§ WHAT TO DO:
Begin with the first line of the entries below and reproduce each line exactly, ending with the line that holds "const toggle = (s: IncludeSource)".

§ THE INPUT:
%%
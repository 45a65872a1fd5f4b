"use client";

import { useState } from "react";
import { Button } from "@/components/ui/button";
import { Input } from "@/components/ui/field";
import { ApiError, apiFetch } from "@/lib/client/api";
import { type IncludeSource, includeSources } from "@/lib/editions/options";
import { type EditionSummary, editionsUrl, sourceNames } from "./api";

const hints: Record<IncludeSource, string> = {
  agreed: "annotators gave the same label",
  ruling: "a reviewer ruled on a disagreement",
  single: "one label was enough (overlap 1)",
  control: "items with a known label",
  disputed: "waiting for a ruling: no final label",
};

/** The owner's form: which items, an optional stratified split, and how annotators are named. */
export function PublishForm({ projectId, nextNumber, onPublished }: { projectId: number; nextNumber: number; onPublished: (e: EditionSummary) => void }) {
  const [include, setInclude] = useState<IncludeSource[]>(["agreed", "ruling", "single", "control"]);
  const [split, setSplit] = useState(false);
  const [seed, setSeed] = useState("1");
  const [parts, setParts] = useState({ train: "70", validation: "15", test: "15" });
  const [identity, setIdentity] = useState<"id" | "email">("id");
  const [busy, setBusy] = useState(false);
  const [error, setError] = useState<string | null>(null);

  const toggle = (s: IncludeSource) => setInclude((list) => (list.includes(s) ? list.filter((x) => x !== s) : [...list, s]));
  const total = Number(parts.train) + Number(parts.validation) + Number(parts.test);

  async function publish() {
    setBusy(true);
    setError(null);
    try {
      const body = {
        include,
        annotatorIdentity: identity,
        split: split ? { seed: Number(seed), train: Number(parts.train) / 100, validation: Number(parts.validation) / 100, test: Number(parts.test) / 100 } : null,
      };
      const res = await apiFetch<{ data: EditionSummary }>(editionsUrl(projectId), { body });
      onPublished(res.data);
    } catch (e) {
      setError(e instanceof ApiError ? e.message : "Publishing failed; try again.");
    } finally {
      setBusy(false);
    }
  }

  return (
    <form className="space-y-5" onSubmit={(e) => { e.preventDefault(); void publish(); }}>
      <fieldset>
        <legend className="text-sm font-semibold text-ink">Items to include</legend>
        <div className="mt-2 grid gap-2 sm:grid-cols-2">
          {includeSources.map((s) => (
            <label key={s} className="flex items-start gap-2 text-sm">
              <input type="checkbox" className="mt-1 accent-pine-600" checked={include.includes(s)} onChange={() => toggle(s)} />
              <span>
                <span className="font-semibold text-ink">{sourceNames[s]}</span> <span className="text-ink-faint">— {hints[s]}</span>
              </span>
            </label>
          ))}
        </div>
      </fieldset>
      <fieldset className="space-y-2">
        <label className="flex items-center gap-2 text-sm font-semibold text-ink">
          <input type="checkbox" className="accent-pine-600" checked={split} onChange={(e) => setSplit(e.target.checked)} />
          Add a train / validation / test split (stratified by label)
        </label>
        {split ? (
          <div className="grid grid-cols-2 gap-3 sm:grid-cols-4">
            {(["train", "validation", "test"] as const).map((k) => (
              <label key={k} className="text-xs font-semibold capitalize text-ink-soft">
                {k} %
                <Input type="number" min={0} max={100} step={1} value={parts[k]} onChange={(e) => setParts({ ...parts, [k]: e.target.value })} aria-label={`${k} percent`} />
              </label>
            ))}
            <label className="text-xs font-semibold text-ink-soft">
              Seed
              <Input type="number" min={0} step={1} value={seed} onChange={(e) => setSeed(e.target.value)} aria-label="Split seed" />
            </label>
            {Math.abs(total - 100) > 1e-9 ? <p className="col-span-full text-sm text-alarm-700">The parts add up to {total}%, not 100%.</p> : null}
          </div>
        ) : null}
      </fieldset>
      <fieldset>
        <legend className="text-sm font-semibold text-ink">Name annotators by</legend>
        <div className="mt-2 flex flex-wrap gap-4 text-sm">
          <label className="flex items-center gap-2">
            <input type="radio" name="identity" className="accent-pine-600" checked={identity === "id"} onChange={() => setIdentity("id")} /> user id (pseudonymous)
          </label>
          <label className="flex items-center gap-2">
            <input type="radio" name="identity" className="accent-pine-600" checked={identity === "email"} onChange={() => setIdentity("email")} /> e-mail address
          </label>
        </div>
        {identity === "email" ? <p className="mt-1 text-xs text-amber-700">E-mail addresses are personal data: everyone who receives the files will see who labelled what.</p> : null}
      </fieldset>
      {error ? <p role="alert" className="text-sm font-medium text-alarm-700">{error}</p> : null}
      <Button type="submit" disabled={busy || include.length === 0 || (split && Math.abs(total - 100) > 1e-9)}>
        {busy ? "Publishing…" : `Publish edition ${nextNumber}`}
      </Button>
    </form>
  );
}
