//! A realistic recording of one axis as plain data: the bead's Ornstein-Uhlenbeck motion plus
//! what a real instrument does to it and adds to it, and exact synthetic records of it.
//!
//! Every term except the deterministic ones is a stationary Gaussian signal independent of the
//! others, so the recording is one stationary Gaussian process whose aliased one-sided spectrum
//! is the sum of the terms' spectra ([`InstrumentAxis::one_sided_psd`]); records are drawn from
//! that spectrum by exact random-phase synthesis ([`SynthesisGrid`]), and the sinusoidal lines
//! and the linear drift are added afterwards in the time domain, at any frequency (on the
//! Fourier grid of the record or not). Units: the output unit of the recording ("unit": nm, or V
//! for detector data) for every amplitude, unit^2 for variances, unit^2 / Hz for densities.

use super::spectra::{self, OuComponent};
use super::synthesis::SynthesisGrid;
use crate::spectrum::{DetectorFilter, HydroTerms};
use std::f64::consts::PI;

/// 1/f ("flicker") drift of the recording: a one-sided density S(f) = A (1 Hz) / max(f, f_low),
/// with A = `density_at_1_hz` the density at 1 Hz in unit^2 / Hz and f_low = `low_cut_hz`, below
/// which the density stays at A / f_low so that the variance, A (1 + ln(fs / (2 f_low))), is
/// finite.
///
/// The choice of a density at 1 Hz (not a ratio to the thermal plateau) keeps the drift a
/// property of the instrument, independent of the trap; `trapwise simulate` sets f_low to
/// 1 / (record duration), the lowest frequency the record resolves. The drift is a slow
/// process of the sampled signal: its density is defined directly on [0, fs/2] and not aliased
/// (a 1/f density would make the image sum diverge).
#[derive(Clone, Copy, Debug, PartialEq)]
pub struct FlickerDrift {
    /// One-sided density at 1 Hz, unit^2 / Hz.
    pub density_at_1_hz: f64,
    /// Frequency below which the density is flat, Hz.
    pub low_cut_hz: f64,
}

impl FlickerDrift {
    /// One-sided density at `f_hz`, unit^2 / Hz.
    pub fn one_sided_psd(&self, f_hz: f64) -> f64 {
        self.density_at_1_hz / f_hz.max(self.low_cut_hz)
    }
}

/// A sinusoidal line (mains pickup, a vibration, a modulation): `amplitude` sin(2 pi
/// `frequency_hz` t + `phase_rad`), t = j / fs, added to every sample. Its one-sided power is
/// amplitude^2 / 2.
#[derive(Clone, Copy, Debug, PartialEq)]
pub struct Sinusoid {
    /// Frequency, Hz, in [0, fs/2].
    pub frequency_hz: f64,
    /// Peak amplitude, unit.
    pub amplitude: f64,
    /// Phase at t = 0, radians.
    pub phase_rad: f64,
}

/// One axis of a realistic recording (see the module docs). Build it with
/// [`InstrumentAxis::new`] and set the fields of the terms wanted; every term is off by default.
#[derive(Clone, Debug, PartialEq)]
pub struct InstrumentAxis {
    /// Corner frequency of the bead's motion, fc = kappa / (2 pi gamma0), Hz (gamma0 the
    /// zero-frequency drag).
    pub corner_frequency_hz: f64,
    /// Variance of the bead's motion, kB T / kappa, unit^2 (equipartition; the detector filter,
    /// the exposure and the added terms change the variance of the record, not this).
    pub variance: f64,
    /// The photodiode's parasitic low-pass filter, acting before sampling.
    pub detector_filter: Option<DetectorFilter>,
    /// Frequency-dependent drag of the fluid (bulk form, no wall).
    pub hydrodynamics: Option<HydroTerms>,
    /// Box-car exposure of a camera, seconds, 0 < W <= 1 / fs, ending within each frame.
    pub exposure_time_s: Option<f64>,
    /// White noise floor added after sampling, rms in unit: one-sided density 2 rms^2 / fs.
    pub noise_floor_rms: f64,
    /// 1/f drift.
    pub flicker: Option<FlickerDrift>,
    /// Sinusoidal lines, added in the time domain.
    pub lines: Vec<Sinusoid>,
    /// Linear drift, unit per second, added in the time domain (zero at t = 0).
    pub linear_drift_per_s: f64,
}
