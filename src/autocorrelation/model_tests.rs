//! Tests of the time-domain models: the quadrature rules against exact integrals, every closed
//! form against a brute-force cosine transform of its spectrum (and the blur against a direct
//! double integral), the hydrodynamic model against the fluctuation-dissipation theorem, its
//! long-time tail and a scipy fixture, and the generalised Bartlett sums against direct sums.

use super::autocovariance_covariance_ar1;
use super::model::{HydroTail, LagSeries, SeriesEvaluator, box_variance_factor};
use super::quadrature::{cosine_rule, gauss_legendre, integral_rule};
use super::{AcfError, TimeDomainModel, mean_bias_ar1, variance_factor};
use crate::spectrum::{DetectorFilter, HydroTerms};
use std::f64::consts::PI;

/// 10-point Gauss-Legendre integral of `s` over [a, b].
fn gauss_panel(s: &dyn Fn(f64) -> f64, a: f64, b: f64, nodes: &[f64], weights: &[f64]) -> f64 {
    let (mid, half) = (0.5 * (a + b), 0.5 * (b - a));
    nodes
        .iter()
        .zip(weights)
        .map(|(x, w)| w * s(half.mul_add(*x, mid)))
        .sum::<f64>()
        * half
}

/// Slow, obviously correct reference for `integral_0^inf s(f) cos(2 pi f t) df` when s decays
/// at least as f^-2: composite 10-point Gauss-Legendre, on geometric panels from
/// 1e-9 `scale_hz` up to the cosine's period P = 1/t (the first panel from 0), then on panels
/// of P/4 up to F, a multiple of P at least 1e4 max(scale_hz, P). The tail beyond F, where
/// sin(2 pi F t) = 0, is -s'(F)/omega^2 to leading order (integration by parts), added with
/// s' by a central difference. For t = 0 the panels stay geometric up to 1e9 `scale_hz` and the
/// tail is F s(F) (exact for an f^-2 tail); if s itself oscillates with period `oscillation_hz`
/// (a blur's sinc^2, which then decays as f^-4), the panels are capped at a quarter of it up
/// to 1e4 times it, where the rest is below 1e-13 of the integral and left out.
fn brute_cosine_transform(
    s: &dyn Fn(f64) -> f64,
    t: f64,
    scale_hz: f64,
    oscillation_hz: Option<f64>,
) -> f64 {
    let (nodes, weights) = gauss_legendre(10);
    let integrand = |f: f64| s(f) * (2.0 * PI * f * t).cos();
    let mut total = 0.0;
    let mut lo = 1e-9 * scale_hz;
    total += gauss_panel(&integrand, 0.0, lo, &nodes, &weights);
    if t == 0.0 {
        if let Some(q) = oscillation_hz {
            let top = 1e4 * q.max(scale_hz);
            while lo < top {
                let hi = lo + (0.25 * lo).min(0.25 * q);
                total += gauss_panel(&integrand, lo, hi, &nodes, &weights);
                lo = hi;
            }
            return total;
        }
        let top = 1e9 * scale_hz;
        while lo < top {
            let hi = lo * 1.25;
            total += gauss_panel(&integrand, lo, hi, &nodes, &weights);
            lo = hi;
        }
        return lo.mul_add(s(lo), total);
    }
    let period = 1.0 / t;
    while lo < period {
        let hi = (lo * 1.25).min(period);
        total += gauss_panel(&integrand, lo, hi, &nodes, &weights);
        lo = hi;
    }
    let n_periods = (1e4 * scale_hz.max(period) / period).ceil();
    let n_panels = 4 * n_periods as usize;
    let quarter = period / 4.0;
    for i in 0..n_panels {
        let a = (i as f64).mul_add(quarter, period);
        total += gauss_panel(&integrand, a, a + quarter, &nodes, &weights);
    }
    let top = (n_panels as f64).mul_add(quarter, period);
    let step = 1e-3 * top;
    let slope = (s(top + step) - s(top - step)) / (2.0 * step);
    let omega = 2.0 * PI * t;
    total - slope / (omega * omega)
}
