#[test]
fn mains_hum_is_found_and_does_not_bias_the_spectral_stiffness() {
    let hum = Disturbances {
        hum_amplitude: 3.0, // nm, against a thermal rms of about 9 nm
        hum_frequency_hz: 50.0,
        ..Disturbances::default()
    };
    let rec = record(40_000, 1 << 18, None, &hum);
    let cal = calibrate(&rec, &conditions(), &AnalysisOptions::default()).expect("calibrates");
    let axis = &cal.axes[0];
    assert!(
        axis.findings.iter().any(|f| f.code == "mains-pickup"),
        "{:?}",
        axis.findings
    );
    // The peak's bins are left out of the spectral fit and the fitted sinusoid is subtracted
    // before the time-domain methods, so none of the three is biased by the hum.
    let s = &axis.stiffness_pn_per_nm;
    for (name, e) in [
        ("psd", s.psd),
        ("acf", s.acf),
        ("equipartition", s.equipartition),
    ] {
        let e = e.expect("every method stands");
        assert!(
            ((e.value - KAPPA_PN_PER_NM) / e.se).abs() < 4.0,
            "{name} {e:?}"
        );
    }
    assert_eq!(
        axis.verdict,
        Verdict::Consistent,
        "{:?}",
        axis.verdict_reasons
    );
    assert_eq!(axis.lines_removed.len(), 1);
    assert!((axis.lines_removed[0].frequency_hz - 50.0).abs() < 0.01);
    assert!((axis.lines_removed[0].amplitude - 3.0).abs() < 0.1);
}

#[test]
fn strong_drift_is_reported() {
    let drift = Disturbances {
        drift_per_s: 40.0, // nm/s
        ..Disturbances::default()
    };
    let rec = record(50_000, 1 << 17, None, &drift);
    let cal = calibrate(&rec, &conditions(), &AnalysisOptions::default()).expect("calibrates");
    let codes: Vec<_> = cal.axes[0].findings.iter().map(|f| f.code).collect();
    assert!(codes.contains(&"low-frequency-drift"), "{codes:?}");
}

#[test]
fn clipped_recordings_are_reported() {
    let mut rec = record(60_000, 1 << 16, None, &Disturbances::default());
    let limit = 12.0;
    for v in &mut rec.axes[0].samples {
        *v = v.clamp(-limit, limit);
    }
    let cal = calibrate(&rec, &conditions(), &AnalysisOptions::default()).expect("calibrates");
    let codes: Vec<_> = cal.axes[0].findings.iter().map(|f| f.code).collect();
    assert!(codes.contains(&"clipping"), "{codes:?}");
}

#[test]
fn consensus_of_uncorrelated_estimates_is_the_inverse_variance_mean() {
    // Exact: for a diagonal covariance the BLUE is the inverse-variance weighted mean with
    // variance 1 / sum(1/var_i).
    let values = [1.0, 2.0, 4.0];
    let cov = [[1.0, 0.0, 0.0], [0.0, 4.0, 0.0], [0.0, 0.0, 4.0]];
    let c = consensus::combine(&values, &cov, &[true, true, true]);
    let w = [1.0, 0.25, 0.25];
    let total: f64 = w.iter().sum();
    let expected = 0.25f64.mul_add(4.0, 1.0f64.mul_add(1.0, 0.25 * 2.0)) / total;
    assert!((c.estimate.value - expected).abs() < 1e-12);
    assert!((c.estimate.se - (1.0 / total).sqrt()).abs() < 1e-12);
}

#[test]
fn consensus_of_correlated_estimates_does_not_count_shared_error_twice() {
    // Two estimates with correlation rho and equal variance s^2: the BLUE is their mean with
    // variance s^2 (1 + rho) / 2, not s^2 / 2 (exact).
    let rho = 0.8;
    let values = [1.0, 1.2, 0.0];
    let cov = [[1.0, rho, 0.0], [rho, 1.0, 0.0], [0.0, 0.0, 1.0]];
    let c = consensus::combine(&values, &cov, &[true, true, false]);
    assert!((c.estimate.value - 1.1).abs() < 1e-12);
    assert!((c.estimate.se - ((1.0 + rho) / 2.0).sqrt()).abs() < 1e-12);
    let d = consensus::discrepancies(&values, &cov);
    // sd(a - b) = sqrt(2 - 2 rho).
    assert!((d[0].difference_se - 2.0f64.mul_add(-rho, 2.0).sqrt()).abs() < 1e-12);
}

#[test]
fn invalid_conditions_are_errors_not_panics() {
    let rec = record(1, 1 << 12, None, &Disturbances::default());
    for (c, field) in [
        (RunConditions::new(-1e-6, 25.0), "bead_diameter_m"),
        (RunConditions::new(f64::NAN, 25.0), "bead_diameter_m"),
        (RunConditions::new(1e-6, -300.0), "temperature_c"),
    ] {
        let err = calibrate(&rec, &c, &AnalysisOptions::default()).expect_err("invalid");
        assert!(err.to_string().contains(field), "{err}");
    }
    let hot = calibrate(
        &rec,
        &RunConditions::new(1e-6, 120.0),
        &AnalysisOptions::default(),
    )
    .expect_err("outside the water formula's range");
    assert!(hot.to_string().contains("120"), "{hot}");
    let mut low = conditions();
    low.height_m = Some(0.4e-6);
    let err = calibrate(&rec, &low, &AnalysisOptions::default()).expect_err("bead in the wall");
    assert!(!err.to_string().is_empty());
}

#[test]
fn consensus_never_leaves_the_range_of_its_estimates() {
    // Strong correlation with unequal variances gives the unconstrained BLUE a negative weight
    // (w_b is proportional to s_a^2 - rho s_a s_b < 0 here) and a value outside [a, b]; the constrained
    // combination drops that method instead.
    let values = [1.0, 1.5, 0.0];
    let (sa, sb, rho) = (0.1f64, 0.3f64, 0.9f64);
    let cov = [
        [sa * sa, rho * sa * sb, 0.0],
        [rho * sa * sb, sb * sb, 0.0],
        [0.0, 0.0, 1.0],
    ];
    let c = consensus::combine(&values, &cov, &[true, true, false]);
    assert_eq!(c.weights, [1.0, 0.0, 0.0]);
    assert!((c.estimate.value - 1.0).abs() < 1e-12);
    assert!((c.estimate.se - sa).abs() < 1e-12);
}

#[test]
fn a_corner_frequency_near_nyquist_is_reported() {
    // kappa = 0.05 pN/nm gives fc ~ 950 Hz; sampled at 4 kHz that is 47 % of Nyquist.
    let phys = physics(&conditions()).expect("valid");
    let fc = KAPPA_PN_PER_NM * 1e-3 / (2.0 * PI * phys.stokes_drag_kg_per_s.value);
    let axes = [OuAxis {
        name: "x".into(),
        corner_frequency_hz: fc,
        variance: phys.thermal_energy_j / (KAPPA_PN_PER_NM * 1e-3) * 1e18,
    }];
    let fs = 4_000.0;
    let samples = simulate_axes(&axes, fs, 1 << 16, 70_000, &Disturbances::default()).remove(0);
    let rec = Recording {
        sample_rate_hz: fs,
        unit: PositionUnit::Nanometre,
        axes: vec![AxisTrace {
            name: "x".into(),
            samples,
        }],
    };
    let cal = calibrate(&rec, &conditions(), &AnalysisOptions::default()).expect("calibrates");
    let axis = &cal.axes[0];
    assert!(
        axis.findings
            .iter()
            .any(|f| f.code == "corner-near-nyquist"),
        "{:?}",
        axis.findings
    );
    // Aliasing is modelled, so the estimate is still right.
    let psd = axis.stiffness_pn_per_nm.psd.expect("psd stands");
    assert!(
        ((psd.value - KAPPA_PN_PER_NM) / psd.se).abs() < 4.0,
        "{psd:?}"
    );
}

#[test]
fn white_detection_noise_is_fitted_as_a_floor_and_without_it_fails_the_spectral_fit() {
    // White noise of 4 nm rms on a thermal rms of about 9 nm flattens the spectrum at high
    // frequency by the constant 2 sigma_n^2 / fs (shared PHYSICS.md section 12), which no
    // Lorentzian describes, and adds variance that equipartition counts. With the floor off
    // (the old model) the spectral fit fails and the methods disagree; with the default `auto`
    // the likelihood-ratio test puts the floor in, the fit passes, the level comes out within
    // 4 of its standard errors of the truth, and the `noise-floor` finding warns.
    let noisy = Disturbances {
        white_noise: 4.0,
        ..Disturbances::default()
    };
    let rec = record(80_000, 1 << 17, None, &noisy);
    let off = AnalysisOptions {
        noise_floor: crate::spectrum::NoiseFloorMode::Off,
        ..AnalysisOptions::default()
    };
    let cal = calibrate(&rec, &conditions(), &off).expect("calibrates");
    let axis = &cal.axes[0];
    let codes: Vec<_> = axis.findings.iter().map(|f| f.code).collect();
    assert!(codes.contains(&"poor-spectral-fit"), "{codes:?}");
    assert_eq!(axis.verdict, Verdict::Inconsistent);

    let cal = calibrate(&rec, &conditions(), &AnalysisOptions::default()).expect("calibrates");
    let axis = &cal.axes[0];
    let codes: Vec<_> = axis.findings.iter().map(|f| f.code).collect();
    assert!(!codes.contains(&"poor-spectral-fit"), "{codes:?}");
    let finding = axis
        .findings
        .iter()
        .find(|f| f.code == "noise-floor")
        .expect("noise-floor finding");
    assert_eq!(finding.severity, crate::findings::Severity::Warning);
    let level = axis
        .noise_floor
        .and_then(|n| n.level)
        .expect("the floor is in the model");
    let truth = 2.0 * 4.0 * 4.0 / FS;
    assert!(
        (level.level - truth).abs() < 4.0 * level.level_se,
        "{level:?} against {truth}"
    );
}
%%
§ ANSWER TO THE PROBLEM:
repository 45a65872a1fd5f4b
"use client";

import { useState } from "react";
import { Button } from "@/components/ui/button";
import { Input } from "@/components/ui/field";
import { ApiError, apiFetch } from "@/lib/client/api";
import { type IncludeSource, includeSources } from "@/lib/editions/options";
import { type EditionSummary, editionsUrl, sourceNames } from "./api";

const hints: Record<IncludeSource, string> = {
  agreed: "annotators gave the same label",
  ruling: "a reviewer ruled on a disagreement",
  single: "one label was enough (overlap 1)",
  control: "items with a known label",
  disputed: "waiting for a ruling: no final label",
};

/** The owner's form: which items, an optional stratified split, and how annotators are named. */
export function PublishForm({ projectId, nextNumber, onPublished }: { projectId: number; nextNumber: number; onPublished: (e: EditionSummary) => void }) {
  const [include, setInclude] = useState<IncludeSource[]>(["agreed", "ruling", "single", "control"]);
  const [split, setSplit] = useState(false);
  const [seed, setSeed] = useState("1");
  const [parts, setParts] = useState({ train: "70", validation: "15", test: "15" });
  const [identity, setIdentity] = useState<"id" | "email">("id");
  const [busy, setBusy] = useState(false);
  const [error, setError] = useState<string | null>(null);

  const toggle = (s: IncludeSource) => setInclude((list) => (list.includes(s) ? list.filter((x) => x !== s) : [...list, s]));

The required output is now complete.